DATA UNDER STUDY:
· · · · · · ·

using System.Buffers;
using Campaigns.Statistics.Probability;

namespace Campaigns.Statistics.Corrections;

/// <summary>The p-values of one family, ranked once for all corrections, with the size of the family as it was planned.</summary>
/// <remarks>
/// Ascending; equal p-values keep the order in which they were given. P-values below <see cref="TailBound"/> are ranked by their logarithms, so that
/// nothing ties at zero that is not zero. The family is a copy: later changes to the caller's memory do not reach it.
/// </remarks>
public sealed class RankedFamily
{
    /// <summary>Below this p-value ranks and corrections go by the logarithm, because doubles soon lose digits there and then end.</summary>
    internal const double TailBound = 1e-290;

    private readonly double[] _sorted;
    private readonly int[] _order;
    private readonly double[]? _logs;

    private RankedFamily(double[] sorted, int[] order, double[]? logs, int familySize)
    {
        _sorted = sorted;
        _order = order;
        _logs = logs;
        FamilySize = familySize;
        TailCount = LowerBound(sorted, TailBound);
    }

    /// <summary>P-values at hand.</summary>
    public int Count => _sorted.Length;

    /// <summary>Hypotheses in the family, at least <see cref="Count"/>; those without a p-value count as p = 1.</summary>
    public int FamilySize { get; }

    /// <summary>The p-values at hand as doubles, ascending; one below the range of doubles shows as 0.</summary>
    public ReadOnlySpan<double> Sorted => _sorted;

    /// <summary>For each rank, counted from 0, the position at which that p-value was given.</summary>
    public ReadOnlySpan<int> Order => _order;

    /// <summary>How many of the p-values lie below <see cref="TailBound"/>: the first ranks.</summary>
    internal int TailCount { get; }

    /// <summary>Ranks p-values.</summary>
    /// <param name="pValues">The p-values at hand, in any order.</param>
    /// <param name="familySize">Hypotheses in the family, tested or not; at least the number of p-values.</param>
    /// <exception cref="ArgumentException">The family is smaller than the number of p-values.</exception>
    /// <exception cref="InvalidOperationException">One of the p-values was never given.</exception>
    public static RankedFamily Of(ReadOnlySpan<PValue> pValues, int familySize)
    {
        CheckSize(pValues.Length, familySize);
        double[] values = ArrayPool<double>.Shared.Rent(pValues.Length);
        for (int i = 0; i < pValues.Length; i++)
        {
            values[i] = pValues[i].Value + 0.0;
        }

        (double[] sorted, int[] order) = Ranking.Ascending(values.AsSpan(0, pValues.Length));
        ArrayPool<double>.Shared.Return(values);
        int tail = LowerBound(sorted, TailBound);
        if (tail > 1)
        {
            RankTailByLog(pValues, sorted.AsSpan(0, tail), order.AsSpan(0, tail));
        }

        double[] logs = new double[order.Length];
        for (int rank = 0; rank < order.Length; rank++)
        {
            logs[rank] = pValues[order[rank]].Log;
        }

        return new RankedFamily(sorted, order, logs, familySize);
    }

    /// <summary>Ranks p-values given as doubles in [0, 1].</summary>
    /// <param name="pValues">The p-values at hand, in any order.</param>
    /// <param name="familySize">Hypotheses in the family, tested or not; at least the number of p-values.</param>
    /// <exception cref="ArgumentException">The family is smaller than the number of p-values, or one of them is NaN or outside [0, 1].</exception>
    public static RankedFamily Of(ReadOnlySpan<double> pValues, int familySize)
    {
        CheckSize(pValues.Length, familySize);
        double[] values = ArrayPool<double>.Shared.Rent(pValues.Length);
        for (int i = 0; i < pValues.Length; i++)
        {
            double p = pValues[i];
            if (!(p >= 0 && p <= 1))
            {
                throw new ArgumentException(FormattableString.Invariant($"A p-value lies in [0, 1]; number {i + 1} of the family is {p:R}."), nameof(pValues));
            }

            // Adding 0 turns -0 into 0: its sign bit would rank it last.
            values[i] = p + 0.0;
        }

        (double[] sorted, int[] order) = Ranking.Ascending(values.AsSpan(0, pValues.Length));
        ArrayPool<double>.Shared.Return(values);
        return new RankedFamily(sorted, order, null, familySize);
    }

    /// <summary>The natural logarithm of the p-value of a rank, as it was given or else of its double.</summary>
    internal double Log(int rank) => _logs is null ? Math.Log(_sorted[rank]) : _logs[rank];

    private static void CheckSize(int count, int familySize)
    {
        if (familySize < count)
        {
            throw new ArgumentException(
                FormattableString.Invariant($"A family of {familySize} cannot hold {count} p-values: its size counts every planned hypothesis, tested or not."),
                nameof(familySize));
        }
    }

    private static void RankTailByLog(ReadOnlySpan<PValue> pValues, Span<double> sorted, Span<int> order)
    {
        var keys = new (double Log, int Position, double Value)[order.Length];
        for (int rank = 0; rank < keys.Length; rank++)
        {
            keys[rank] = (pValues[order[rank]].Log, order[rank], sorted[rank]);
        }

        Array.Sort(keys, static (a, b) => a.Log != b.Log ? a.Log.CompareTo(b.Log) : a.Position.CompareTo(b.Position));
        double highest = 0;
        for (int rank = 0; rank < keys.Length; rank++)
        {
            order[rank] = keys[rank].Position;

            // Values and logarithms come from separate computations: where they disagree by a rounding, the values stay ascending.
            highest = Math.Max(highest, keys[rank].Value);
            sorted[rank] = highest;
        }
    }

    private static int LowerBound(ReadOnlySpan<double> sorted, double bound)
    {
        int low = 0;
        int high = sorted.Length;
        while (low < high)
        {
            int middle = low + ((high - low) >> 1);
            if (sorted[middle] < bound)
            {
                low = middle + 1;
            }
            else
            {
                high = middle;
            }
        }

        return low;
    }
}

· · · · · · ·

Copy out each line of the entries that holds "Invariant".

TASK SOLUTION:
                throw new ArgumentException(FormattableString.Invariant($"A p-value lies in [0, 1]; number {i + 1} of the family is {p:R}."), nameof(pValues));
                FormattableString.Invariant($"A family of {familySize} cannot hold {count} p-values: its size counts every planned hypothesis, tested or not."),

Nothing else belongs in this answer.